**What is needed**
The answer must be a single number, namely how many lines in the entries below contain the string "command".

-------- Input material

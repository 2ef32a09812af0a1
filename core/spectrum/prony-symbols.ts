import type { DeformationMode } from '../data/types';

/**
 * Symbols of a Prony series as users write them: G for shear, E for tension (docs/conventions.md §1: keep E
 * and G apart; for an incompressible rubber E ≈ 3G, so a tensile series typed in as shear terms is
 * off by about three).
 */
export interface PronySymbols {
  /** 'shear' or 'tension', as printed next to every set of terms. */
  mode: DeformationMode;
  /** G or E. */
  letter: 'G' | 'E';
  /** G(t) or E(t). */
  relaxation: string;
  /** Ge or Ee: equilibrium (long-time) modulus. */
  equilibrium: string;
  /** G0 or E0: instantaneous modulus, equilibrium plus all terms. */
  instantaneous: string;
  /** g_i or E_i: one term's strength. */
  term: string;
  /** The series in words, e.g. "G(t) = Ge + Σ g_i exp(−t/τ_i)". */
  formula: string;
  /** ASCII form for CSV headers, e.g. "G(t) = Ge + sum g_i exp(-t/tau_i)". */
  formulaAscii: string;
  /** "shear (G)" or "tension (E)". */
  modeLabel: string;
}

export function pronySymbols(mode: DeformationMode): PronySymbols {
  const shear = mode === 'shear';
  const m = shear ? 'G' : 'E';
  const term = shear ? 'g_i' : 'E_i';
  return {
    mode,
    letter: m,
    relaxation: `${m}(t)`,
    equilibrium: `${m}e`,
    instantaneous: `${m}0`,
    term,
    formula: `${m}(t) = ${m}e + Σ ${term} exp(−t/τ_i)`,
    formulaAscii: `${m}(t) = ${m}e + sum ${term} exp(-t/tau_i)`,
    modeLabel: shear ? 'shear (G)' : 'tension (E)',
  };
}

----------------
-------- Input material

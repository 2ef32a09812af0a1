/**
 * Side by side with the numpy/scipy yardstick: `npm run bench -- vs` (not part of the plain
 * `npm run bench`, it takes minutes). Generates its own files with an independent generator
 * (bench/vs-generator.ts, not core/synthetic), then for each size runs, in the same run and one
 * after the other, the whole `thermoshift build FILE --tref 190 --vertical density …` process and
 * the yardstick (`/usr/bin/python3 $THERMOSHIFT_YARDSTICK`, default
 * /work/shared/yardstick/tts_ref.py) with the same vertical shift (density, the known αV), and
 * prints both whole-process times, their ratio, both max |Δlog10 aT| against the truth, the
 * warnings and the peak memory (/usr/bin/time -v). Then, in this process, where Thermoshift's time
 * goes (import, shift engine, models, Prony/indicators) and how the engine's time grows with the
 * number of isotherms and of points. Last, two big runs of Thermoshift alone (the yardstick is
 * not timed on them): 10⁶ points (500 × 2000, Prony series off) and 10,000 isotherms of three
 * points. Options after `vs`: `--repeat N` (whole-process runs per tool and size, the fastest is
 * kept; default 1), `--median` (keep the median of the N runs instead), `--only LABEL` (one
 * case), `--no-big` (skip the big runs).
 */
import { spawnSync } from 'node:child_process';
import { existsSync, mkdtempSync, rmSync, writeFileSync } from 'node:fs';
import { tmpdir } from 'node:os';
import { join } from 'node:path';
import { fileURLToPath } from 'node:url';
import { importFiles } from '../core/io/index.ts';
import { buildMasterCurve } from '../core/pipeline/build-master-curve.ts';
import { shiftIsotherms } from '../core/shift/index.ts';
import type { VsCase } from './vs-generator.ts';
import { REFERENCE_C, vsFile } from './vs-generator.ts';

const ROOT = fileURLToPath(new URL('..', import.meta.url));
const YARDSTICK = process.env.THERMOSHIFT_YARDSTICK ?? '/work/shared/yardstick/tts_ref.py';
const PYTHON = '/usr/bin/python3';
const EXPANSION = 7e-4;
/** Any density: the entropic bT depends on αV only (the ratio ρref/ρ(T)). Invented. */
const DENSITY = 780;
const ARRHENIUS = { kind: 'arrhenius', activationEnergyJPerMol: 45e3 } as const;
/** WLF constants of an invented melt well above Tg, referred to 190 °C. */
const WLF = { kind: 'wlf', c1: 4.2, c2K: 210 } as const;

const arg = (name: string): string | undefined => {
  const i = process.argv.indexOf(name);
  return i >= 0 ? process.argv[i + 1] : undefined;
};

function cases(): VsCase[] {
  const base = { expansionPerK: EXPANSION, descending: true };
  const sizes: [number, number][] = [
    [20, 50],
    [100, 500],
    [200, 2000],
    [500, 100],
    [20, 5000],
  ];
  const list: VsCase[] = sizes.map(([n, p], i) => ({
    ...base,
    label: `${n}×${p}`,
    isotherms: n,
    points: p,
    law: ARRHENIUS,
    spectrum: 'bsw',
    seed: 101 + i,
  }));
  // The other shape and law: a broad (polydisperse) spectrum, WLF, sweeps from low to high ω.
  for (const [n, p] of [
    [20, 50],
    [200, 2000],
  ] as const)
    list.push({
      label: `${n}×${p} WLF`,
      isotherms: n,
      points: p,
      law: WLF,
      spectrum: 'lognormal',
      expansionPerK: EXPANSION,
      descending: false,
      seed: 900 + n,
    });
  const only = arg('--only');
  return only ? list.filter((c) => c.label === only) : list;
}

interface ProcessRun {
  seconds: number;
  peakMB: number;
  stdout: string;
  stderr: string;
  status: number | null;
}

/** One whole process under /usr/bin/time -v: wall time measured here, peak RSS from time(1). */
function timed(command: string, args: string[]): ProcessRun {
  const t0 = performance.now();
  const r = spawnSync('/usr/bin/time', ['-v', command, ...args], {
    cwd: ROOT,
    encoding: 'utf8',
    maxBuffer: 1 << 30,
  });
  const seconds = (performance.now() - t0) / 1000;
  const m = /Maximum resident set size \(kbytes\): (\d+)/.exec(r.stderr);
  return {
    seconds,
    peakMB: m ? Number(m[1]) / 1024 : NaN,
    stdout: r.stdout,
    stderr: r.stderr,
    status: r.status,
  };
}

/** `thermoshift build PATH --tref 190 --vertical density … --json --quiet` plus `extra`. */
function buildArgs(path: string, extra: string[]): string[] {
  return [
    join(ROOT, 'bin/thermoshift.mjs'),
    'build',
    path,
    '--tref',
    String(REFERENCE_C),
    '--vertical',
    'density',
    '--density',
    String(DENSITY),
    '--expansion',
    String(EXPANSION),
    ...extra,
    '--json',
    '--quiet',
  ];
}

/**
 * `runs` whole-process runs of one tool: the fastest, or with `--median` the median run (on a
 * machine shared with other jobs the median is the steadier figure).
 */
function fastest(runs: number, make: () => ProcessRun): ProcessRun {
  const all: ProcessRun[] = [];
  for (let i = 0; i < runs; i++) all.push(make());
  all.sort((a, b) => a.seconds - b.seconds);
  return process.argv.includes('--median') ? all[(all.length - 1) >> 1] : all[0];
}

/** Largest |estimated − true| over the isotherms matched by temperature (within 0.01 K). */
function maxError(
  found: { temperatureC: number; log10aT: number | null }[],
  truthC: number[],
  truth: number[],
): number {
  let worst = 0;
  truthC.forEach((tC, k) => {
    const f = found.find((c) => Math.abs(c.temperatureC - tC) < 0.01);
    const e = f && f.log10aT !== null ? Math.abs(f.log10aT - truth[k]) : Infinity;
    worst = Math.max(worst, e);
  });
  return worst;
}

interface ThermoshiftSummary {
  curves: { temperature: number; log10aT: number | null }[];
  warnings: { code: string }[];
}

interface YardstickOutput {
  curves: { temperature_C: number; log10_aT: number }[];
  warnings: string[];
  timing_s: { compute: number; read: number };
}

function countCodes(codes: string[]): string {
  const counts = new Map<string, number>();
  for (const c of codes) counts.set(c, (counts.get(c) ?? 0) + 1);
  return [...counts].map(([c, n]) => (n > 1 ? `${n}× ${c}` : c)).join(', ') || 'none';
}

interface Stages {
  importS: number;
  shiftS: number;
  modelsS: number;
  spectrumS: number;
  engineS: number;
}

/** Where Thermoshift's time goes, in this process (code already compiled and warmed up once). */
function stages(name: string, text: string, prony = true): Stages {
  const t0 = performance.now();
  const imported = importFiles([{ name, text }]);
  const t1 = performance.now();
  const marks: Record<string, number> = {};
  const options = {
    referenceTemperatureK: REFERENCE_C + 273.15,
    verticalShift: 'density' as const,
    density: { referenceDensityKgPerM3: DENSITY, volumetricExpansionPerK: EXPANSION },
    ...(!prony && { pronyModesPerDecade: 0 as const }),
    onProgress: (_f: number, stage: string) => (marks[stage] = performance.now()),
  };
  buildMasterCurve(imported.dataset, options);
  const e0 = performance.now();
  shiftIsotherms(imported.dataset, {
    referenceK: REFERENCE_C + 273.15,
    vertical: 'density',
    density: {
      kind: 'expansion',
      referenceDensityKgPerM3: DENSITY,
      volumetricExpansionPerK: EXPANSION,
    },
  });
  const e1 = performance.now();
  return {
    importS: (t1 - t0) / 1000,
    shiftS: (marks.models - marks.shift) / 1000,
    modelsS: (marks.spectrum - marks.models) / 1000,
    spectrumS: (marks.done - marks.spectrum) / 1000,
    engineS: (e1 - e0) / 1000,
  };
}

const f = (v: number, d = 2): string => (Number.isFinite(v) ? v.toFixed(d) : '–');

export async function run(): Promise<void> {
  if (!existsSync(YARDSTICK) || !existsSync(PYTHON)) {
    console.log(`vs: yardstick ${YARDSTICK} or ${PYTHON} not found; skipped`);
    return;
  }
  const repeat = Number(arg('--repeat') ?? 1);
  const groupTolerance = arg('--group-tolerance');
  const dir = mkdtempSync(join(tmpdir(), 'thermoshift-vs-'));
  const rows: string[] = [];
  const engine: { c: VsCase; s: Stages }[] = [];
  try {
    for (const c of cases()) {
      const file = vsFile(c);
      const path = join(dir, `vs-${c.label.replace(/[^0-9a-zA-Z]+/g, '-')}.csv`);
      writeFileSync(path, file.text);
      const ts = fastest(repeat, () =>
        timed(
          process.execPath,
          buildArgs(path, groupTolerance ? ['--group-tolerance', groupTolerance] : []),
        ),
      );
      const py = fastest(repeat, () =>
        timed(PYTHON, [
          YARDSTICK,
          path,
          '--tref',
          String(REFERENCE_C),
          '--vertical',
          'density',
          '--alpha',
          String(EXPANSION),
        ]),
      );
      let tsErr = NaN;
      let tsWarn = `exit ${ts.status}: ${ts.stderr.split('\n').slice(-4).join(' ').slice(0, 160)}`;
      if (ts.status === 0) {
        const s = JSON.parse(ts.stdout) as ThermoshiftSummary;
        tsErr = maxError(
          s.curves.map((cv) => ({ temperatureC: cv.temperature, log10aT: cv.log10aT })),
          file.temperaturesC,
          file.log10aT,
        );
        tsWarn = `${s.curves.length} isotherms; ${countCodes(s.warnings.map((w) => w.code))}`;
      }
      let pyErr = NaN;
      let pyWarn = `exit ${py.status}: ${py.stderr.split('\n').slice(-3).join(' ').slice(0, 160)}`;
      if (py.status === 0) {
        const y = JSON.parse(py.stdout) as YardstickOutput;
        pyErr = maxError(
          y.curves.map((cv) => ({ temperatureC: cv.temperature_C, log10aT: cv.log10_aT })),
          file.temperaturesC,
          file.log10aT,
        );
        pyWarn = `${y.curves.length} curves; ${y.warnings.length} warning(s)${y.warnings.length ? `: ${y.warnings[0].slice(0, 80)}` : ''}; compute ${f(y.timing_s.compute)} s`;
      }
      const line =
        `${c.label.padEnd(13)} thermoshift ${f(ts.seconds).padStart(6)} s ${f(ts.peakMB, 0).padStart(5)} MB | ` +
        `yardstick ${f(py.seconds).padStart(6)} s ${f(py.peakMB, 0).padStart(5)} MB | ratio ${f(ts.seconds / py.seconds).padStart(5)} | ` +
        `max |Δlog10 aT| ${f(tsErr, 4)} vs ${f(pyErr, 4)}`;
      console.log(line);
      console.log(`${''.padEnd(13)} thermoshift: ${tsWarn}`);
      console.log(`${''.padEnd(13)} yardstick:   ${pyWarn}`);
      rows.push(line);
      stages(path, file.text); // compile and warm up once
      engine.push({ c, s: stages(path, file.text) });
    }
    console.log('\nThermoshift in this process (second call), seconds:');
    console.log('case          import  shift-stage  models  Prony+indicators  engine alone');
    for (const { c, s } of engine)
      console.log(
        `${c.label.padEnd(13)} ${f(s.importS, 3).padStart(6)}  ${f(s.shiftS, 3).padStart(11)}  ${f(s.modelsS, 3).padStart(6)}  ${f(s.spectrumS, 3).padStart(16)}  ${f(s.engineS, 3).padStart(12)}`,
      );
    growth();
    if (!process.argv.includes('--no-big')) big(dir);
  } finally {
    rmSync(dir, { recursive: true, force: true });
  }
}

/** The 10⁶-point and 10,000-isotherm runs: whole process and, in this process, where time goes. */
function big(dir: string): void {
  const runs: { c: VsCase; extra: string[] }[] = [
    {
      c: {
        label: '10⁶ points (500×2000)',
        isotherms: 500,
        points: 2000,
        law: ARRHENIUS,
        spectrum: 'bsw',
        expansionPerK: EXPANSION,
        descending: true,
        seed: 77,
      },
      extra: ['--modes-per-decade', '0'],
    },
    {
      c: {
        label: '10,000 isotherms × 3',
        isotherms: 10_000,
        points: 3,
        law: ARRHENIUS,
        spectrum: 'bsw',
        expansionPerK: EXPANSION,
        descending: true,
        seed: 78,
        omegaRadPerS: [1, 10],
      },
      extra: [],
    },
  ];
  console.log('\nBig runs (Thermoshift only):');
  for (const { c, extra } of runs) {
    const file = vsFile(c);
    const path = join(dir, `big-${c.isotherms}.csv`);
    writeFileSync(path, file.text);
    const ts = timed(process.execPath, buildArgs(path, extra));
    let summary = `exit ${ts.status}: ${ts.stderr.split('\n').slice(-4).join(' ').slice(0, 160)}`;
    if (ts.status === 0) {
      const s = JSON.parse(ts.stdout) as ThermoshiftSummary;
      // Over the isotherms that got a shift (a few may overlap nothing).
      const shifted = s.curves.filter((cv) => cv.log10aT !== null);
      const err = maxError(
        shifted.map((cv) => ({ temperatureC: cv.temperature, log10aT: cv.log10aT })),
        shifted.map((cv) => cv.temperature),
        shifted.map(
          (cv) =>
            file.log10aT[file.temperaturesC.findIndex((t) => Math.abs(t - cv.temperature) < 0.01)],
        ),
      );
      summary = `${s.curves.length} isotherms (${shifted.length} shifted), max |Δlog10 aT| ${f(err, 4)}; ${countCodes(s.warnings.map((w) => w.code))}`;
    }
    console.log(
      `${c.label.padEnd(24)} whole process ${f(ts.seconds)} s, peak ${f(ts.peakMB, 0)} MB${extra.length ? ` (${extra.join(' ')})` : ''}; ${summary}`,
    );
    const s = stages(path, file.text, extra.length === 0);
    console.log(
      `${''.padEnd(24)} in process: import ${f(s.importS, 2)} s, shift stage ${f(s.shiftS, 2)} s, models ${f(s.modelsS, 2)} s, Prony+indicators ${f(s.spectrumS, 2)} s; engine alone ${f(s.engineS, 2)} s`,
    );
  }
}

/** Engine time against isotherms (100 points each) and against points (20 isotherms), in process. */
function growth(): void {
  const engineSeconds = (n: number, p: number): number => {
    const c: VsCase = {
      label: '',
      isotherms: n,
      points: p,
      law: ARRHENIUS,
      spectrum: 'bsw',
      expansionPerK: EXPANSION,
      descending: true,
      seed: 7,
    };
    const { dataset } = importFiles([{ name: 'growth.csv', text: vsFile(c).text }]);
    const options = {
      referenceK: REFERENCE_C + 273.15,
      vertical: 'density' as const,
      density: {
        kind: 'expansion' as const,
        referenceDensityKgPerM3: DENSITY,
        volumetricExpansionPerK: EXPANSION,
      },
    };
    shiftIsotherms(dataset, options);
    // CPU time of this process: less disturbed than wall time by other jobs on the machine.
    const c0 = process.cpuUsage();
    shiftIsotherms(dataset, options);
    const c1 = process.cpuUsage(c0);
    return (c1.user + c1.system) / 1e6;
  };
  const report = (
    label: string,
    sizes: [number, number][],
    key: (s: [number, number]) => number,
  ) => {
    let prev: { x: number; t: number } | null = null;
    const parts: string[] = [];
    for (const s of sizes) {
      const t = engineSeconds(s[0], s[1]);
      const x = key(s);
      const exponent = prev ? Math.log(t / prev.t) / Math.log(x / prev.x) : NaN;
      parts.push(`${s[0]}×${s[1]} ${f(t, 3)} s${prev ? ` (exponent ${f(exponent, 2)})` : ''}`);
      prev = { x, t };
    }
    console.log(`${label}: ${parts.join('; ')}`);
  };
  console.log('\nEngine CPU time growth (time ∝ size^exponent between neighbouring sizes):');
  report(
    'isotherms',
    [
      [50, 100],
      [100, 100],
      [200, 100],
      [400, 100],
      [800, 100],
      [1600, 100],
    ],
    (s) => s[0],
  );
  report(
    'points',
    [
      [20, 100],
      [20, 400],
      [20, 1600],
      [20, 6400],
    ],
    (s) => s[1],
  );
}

----------------

**Output of the task**
2